=== Section Start ===

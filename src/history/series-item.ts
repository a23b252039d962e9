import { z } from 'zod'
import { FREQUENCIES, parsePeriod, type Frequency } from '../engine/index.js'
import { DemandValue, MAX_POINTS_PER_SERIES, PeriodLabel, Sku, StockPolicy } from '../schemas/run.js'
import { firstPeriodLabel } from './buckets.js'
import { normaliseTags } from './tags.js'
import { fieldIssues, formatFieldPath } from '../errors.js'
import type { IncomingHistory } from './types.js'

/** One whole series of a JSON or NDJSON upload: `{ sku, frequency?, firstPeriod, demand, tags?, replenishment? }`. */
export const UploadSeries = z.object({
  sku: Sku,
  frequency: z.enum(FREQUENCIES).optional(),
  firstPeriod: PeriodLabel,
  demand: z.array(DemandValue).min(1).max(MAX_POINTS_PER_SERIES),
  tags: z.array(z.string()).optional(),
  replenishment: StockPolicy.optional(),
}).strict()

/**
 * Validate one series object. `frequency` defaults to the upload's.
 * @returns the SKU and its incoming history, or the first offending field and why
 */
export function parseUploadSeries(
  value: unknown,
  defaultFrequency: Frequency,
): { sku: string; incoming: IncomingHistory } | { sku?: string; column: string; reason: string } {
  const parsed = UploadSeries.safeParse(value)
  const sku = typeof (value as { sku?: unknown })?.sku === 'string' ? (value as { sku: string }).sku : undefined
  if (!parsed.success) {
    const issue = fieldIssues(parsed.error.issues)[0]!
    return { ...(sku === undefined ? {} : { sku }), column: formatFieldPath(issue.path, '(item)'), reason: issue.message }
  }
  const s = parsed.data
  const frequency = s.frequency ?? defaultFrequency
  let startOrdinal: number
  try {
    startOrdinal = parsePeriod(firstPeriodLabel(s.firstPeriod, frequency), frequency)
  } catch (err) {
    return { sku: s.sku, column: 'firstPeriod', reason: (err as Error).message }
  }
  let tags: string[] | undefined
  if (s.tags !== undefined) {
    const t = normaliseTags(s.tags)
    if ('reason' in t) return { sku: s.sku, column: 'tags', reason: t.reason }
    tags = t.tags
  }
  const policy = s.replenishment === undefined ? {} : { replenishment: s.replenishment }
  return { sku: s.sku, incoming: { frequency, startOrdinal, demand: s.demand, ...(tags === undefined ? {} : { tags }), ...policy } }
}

=== Section End ===

Determine the number of lines in the records that contain the word "StockPolicy", and provide that number alone.

2